Copy each line of the data below in which the word "exposures" can be found.

■ Data for analysis:
┄┄┄┄┄┄┄┄┄┄
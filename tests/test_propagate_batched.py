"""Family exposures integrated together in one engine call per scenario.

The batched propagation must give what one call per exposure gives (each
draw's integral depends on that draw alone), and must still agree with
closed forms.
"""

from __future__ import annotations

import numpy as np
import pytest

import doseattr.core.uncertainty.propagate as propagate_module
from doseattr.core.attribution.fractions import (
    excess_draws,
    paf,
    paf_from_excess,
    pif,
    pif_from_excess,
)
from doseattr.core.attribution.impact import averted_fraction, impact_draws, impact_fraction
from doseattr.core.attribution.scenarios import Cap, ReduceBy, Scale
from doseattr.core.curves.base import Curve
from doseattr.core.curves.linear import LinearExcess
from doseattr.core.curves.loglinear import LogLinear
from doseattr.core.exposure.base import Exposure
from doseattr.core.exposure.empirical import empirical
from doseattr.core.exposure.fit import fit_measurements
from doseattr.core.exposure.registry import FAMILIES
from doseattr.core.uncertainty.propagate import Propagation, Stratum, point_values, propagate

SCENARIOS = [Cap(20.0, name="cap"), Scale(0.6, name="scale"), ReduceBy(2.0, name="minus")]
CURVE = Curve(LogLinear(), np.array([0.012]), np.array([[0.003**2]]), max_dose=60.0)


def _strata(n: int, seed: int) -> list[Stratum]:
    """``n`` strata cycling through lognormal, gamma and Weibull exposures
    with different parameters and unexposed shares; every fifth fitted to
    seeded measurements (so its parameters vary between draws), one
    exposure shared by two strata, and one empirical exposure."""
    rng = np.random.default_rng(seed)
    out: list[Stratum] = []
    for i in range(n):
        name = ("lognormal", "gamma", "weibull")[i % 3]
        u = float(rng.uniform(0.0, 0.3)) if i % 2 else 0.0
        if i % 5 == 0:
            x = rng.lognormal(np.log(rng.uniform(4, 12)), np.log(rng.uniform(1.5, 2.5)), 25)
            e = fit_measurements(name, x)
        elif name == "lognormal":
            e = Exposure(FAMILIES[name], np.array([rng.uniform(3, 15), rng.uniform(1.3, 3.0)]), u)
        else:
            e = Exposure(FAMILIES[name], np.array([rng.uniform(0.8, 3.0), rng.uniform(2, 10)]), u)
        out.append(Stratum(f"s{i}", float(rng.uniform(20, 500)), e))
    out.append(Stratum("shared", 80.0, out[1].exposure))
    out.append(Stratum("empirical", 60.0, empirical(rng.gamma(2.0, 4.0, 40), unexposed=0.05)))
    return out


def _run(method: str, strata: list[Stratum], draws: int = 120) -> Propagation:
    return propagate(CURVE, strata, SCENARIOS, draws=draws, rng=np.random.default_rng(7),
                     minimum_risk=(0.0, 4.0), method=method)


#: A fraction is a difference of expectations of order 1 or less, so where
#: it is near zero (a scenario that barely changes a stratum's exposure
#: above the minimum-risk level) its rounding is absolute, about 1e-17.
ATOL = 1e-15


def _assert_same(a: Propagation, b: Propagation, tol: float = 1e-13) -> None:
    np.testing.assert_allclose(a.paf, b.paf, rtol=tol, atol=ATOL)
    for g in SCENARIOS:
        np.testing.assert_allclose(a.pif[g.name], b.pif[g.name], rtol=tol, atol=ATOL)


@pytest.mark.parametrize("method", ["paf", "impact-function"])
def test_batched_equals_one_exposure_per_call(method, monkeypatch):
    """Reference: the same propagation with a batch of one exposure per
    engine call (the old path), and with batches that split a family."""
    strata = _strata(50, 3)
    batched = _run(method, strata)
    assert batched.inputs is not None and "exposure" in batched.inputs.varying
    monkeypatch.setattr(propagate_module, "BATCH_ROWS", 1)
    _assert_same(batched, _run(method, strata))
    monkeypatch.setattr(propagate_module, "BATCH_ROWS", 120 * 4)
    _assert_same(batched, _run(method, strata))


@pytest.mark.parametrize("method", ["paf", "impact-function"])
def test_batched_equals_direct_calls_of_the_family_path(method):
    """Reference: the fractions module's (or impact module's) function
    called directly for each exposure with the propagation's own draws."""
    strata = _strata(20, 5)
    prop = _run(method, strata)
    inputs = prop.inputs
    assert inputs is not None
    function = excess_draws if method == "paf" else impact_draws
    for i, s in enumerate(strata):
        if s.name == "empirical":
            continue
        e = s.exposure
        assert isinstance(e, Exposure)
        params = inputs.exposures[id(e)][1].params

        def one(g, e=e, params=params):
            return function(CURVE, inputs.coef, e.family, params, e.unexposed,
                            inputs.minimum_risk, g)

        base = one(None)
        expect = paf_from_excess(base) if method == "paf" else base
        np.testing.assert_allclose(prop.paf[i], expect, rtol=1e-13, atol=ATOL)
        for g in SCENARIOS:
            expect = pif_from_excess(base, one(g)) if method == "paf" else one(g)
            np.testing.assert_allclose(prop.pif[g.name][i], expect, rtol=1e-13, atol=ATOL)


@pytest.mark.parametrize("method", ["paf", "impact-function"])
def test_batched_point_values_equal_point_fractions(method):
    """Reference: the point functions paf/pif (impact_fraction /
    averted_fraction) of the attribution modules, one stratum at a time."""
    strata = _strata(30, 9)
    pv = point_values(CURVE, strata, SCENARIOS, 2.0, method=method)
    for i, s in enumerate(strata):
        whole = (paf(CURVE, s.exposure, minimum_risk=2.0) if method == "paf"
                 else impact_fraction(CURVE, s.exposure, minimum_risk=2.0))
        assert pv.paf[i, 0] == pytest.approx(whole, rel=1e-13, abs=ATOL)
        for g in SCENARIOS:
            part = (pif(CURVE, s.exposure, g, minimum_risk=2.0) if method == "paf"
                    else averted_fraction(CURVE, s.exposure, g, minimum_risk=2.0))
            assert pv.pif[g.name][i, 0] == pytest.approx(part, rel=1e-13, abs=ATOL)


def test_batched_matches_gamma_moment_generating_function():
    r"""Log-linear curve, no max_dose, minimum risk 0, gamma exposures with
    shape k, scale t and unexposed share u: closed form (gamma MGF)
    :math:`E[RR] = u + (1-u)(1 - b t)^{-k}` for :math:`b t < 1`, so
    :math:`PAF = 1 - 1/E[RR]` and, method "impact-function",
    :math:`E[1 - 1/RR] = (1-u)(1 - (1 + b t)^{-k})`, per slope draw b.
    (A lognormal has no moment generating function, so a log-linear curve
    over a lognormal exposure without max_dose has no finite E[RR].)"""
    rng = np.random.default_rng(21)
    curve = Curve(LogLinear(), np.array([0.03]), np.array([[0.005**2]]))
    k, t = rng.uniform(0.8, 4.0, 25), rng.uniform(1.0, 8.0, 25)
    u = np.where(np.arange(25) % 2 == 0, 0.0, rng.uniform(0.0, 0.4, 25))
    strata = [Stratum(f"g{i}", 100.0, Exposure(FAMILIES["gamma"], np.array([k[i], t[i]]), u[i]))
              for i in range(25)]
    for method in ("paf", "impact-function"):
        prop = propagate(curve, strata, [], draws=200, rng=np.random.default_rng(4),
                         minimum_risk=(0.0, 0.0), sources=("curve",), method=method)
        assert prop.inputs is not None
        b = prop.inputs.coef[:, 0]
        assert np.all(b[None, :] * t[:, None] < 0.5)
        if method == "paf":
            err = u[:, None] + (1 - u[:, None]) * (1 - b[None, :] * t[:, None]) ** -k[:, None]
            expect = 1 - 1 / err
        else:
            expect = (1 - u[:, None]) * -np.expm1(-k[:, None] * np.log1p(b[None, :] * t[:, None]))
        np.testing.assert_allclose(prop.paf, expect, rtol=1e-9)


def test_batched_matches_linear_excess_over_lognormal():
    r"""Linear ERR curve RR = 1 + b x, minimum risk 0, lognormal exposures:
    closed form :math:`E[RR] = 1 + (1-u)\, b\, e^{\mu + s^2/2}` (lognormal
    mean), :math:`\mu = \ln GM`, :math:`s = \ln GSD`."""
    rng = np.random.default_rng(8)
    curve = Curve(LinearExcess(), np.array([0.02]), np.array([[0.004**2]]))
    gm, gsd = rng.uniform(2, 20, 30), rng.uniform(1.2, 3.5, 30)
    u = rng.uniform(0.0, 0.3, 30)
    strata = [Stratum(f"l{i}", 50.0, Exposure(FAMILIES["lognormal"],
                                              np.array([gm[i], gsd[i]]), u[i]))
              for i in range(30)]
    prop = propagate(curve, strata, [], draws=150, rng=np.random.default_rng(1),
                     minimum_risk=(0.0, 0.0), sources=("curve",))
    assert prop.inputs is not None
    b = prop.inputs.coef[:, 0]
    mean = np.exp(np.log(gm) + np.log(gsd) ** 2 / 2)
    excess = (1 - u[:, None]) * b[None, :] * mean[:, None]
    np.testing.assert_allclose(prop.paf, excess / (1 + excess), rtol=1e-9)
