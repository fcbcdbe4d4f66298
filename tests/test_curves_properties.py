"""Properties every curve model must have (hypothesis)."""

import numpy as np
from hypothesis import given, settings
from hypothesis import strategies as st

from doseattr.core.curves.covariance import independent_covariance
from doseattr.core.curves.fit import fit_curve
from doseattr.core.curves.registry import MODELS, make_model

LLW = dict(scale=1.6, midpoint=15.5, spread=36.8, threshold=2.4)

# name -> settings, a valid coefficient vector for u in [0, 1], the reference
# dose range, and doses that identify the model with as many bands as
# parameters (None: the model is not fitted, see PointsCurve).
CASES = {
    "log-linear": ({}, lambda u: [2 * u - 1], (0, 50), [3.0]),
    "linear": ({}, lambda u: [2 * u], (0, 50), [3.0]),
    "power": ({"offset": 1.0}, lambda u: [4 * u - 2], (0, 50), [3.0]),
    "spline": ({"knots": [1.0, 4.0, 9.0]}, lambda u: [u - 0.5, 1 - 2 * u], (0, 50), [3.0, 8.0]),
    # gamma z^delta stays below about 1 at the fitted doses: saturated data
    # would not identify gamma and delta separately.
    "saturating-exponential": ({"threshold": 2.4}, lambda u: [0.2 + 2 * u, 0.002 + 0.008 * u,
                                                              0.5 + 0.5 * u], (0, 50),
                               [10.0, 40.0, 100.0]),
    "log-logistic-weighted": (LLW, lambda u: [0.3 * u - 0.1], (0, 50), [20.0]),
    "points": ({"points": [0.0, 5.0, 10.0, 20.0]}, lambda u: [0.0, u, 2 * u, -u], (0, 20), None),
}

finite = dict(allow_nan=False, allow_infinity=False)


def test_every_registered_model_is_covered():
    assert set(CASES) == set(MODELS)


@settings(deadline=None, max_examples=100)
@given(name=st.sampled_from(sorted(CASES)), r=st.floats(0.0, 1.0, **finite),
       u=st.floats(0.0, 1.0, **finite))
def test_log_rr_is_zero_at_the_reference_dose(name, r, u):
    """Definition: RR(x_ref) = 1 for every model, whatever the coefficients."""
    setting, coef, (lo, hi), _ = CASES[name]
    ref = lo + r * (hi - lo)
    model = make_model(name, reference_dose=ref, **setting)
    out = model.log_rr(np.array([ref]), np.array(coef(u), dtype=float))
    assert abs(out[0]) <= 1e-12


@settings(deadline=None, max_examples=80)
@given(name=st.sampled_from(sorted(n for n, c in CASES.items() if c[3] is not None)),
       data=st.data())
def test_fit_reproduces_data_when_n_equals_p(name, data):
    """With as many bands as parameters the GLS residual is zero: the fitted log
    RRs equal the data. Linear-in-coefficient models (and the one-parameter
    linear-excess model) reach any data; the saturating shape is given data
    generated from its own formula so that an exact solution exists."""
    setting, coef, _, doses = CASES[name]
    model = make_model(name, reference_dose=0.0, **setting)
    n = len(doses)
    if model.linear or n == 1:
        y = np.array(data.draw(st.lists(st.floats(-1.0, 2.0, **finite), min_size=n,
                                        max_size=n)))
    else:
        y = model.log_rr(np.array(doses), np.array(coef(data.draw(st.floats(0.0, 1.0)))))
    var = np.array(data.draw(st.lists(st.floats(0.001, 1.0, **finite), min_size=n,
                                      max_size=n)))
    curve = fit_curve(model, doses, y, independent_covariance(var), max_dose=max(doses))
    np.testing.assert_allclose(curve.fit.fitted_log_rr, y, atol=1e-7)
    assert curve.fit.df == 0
┄┄┄┄┄┄┄┄┄┄
■ Written answer:
"""Family exposures integrated together in one engine call per scenario.
    """``n`` strata cycling through lognormal, gamma and Weibull exposures
        params = inputs.exposures[id(e)][1].params
    r"""Log-linear curve, no max_dose, minimum risk 0, gamma exposures with
    r"""Linear ERR curve RR = 1 + b x, minimum risk 0, lognormal exposures:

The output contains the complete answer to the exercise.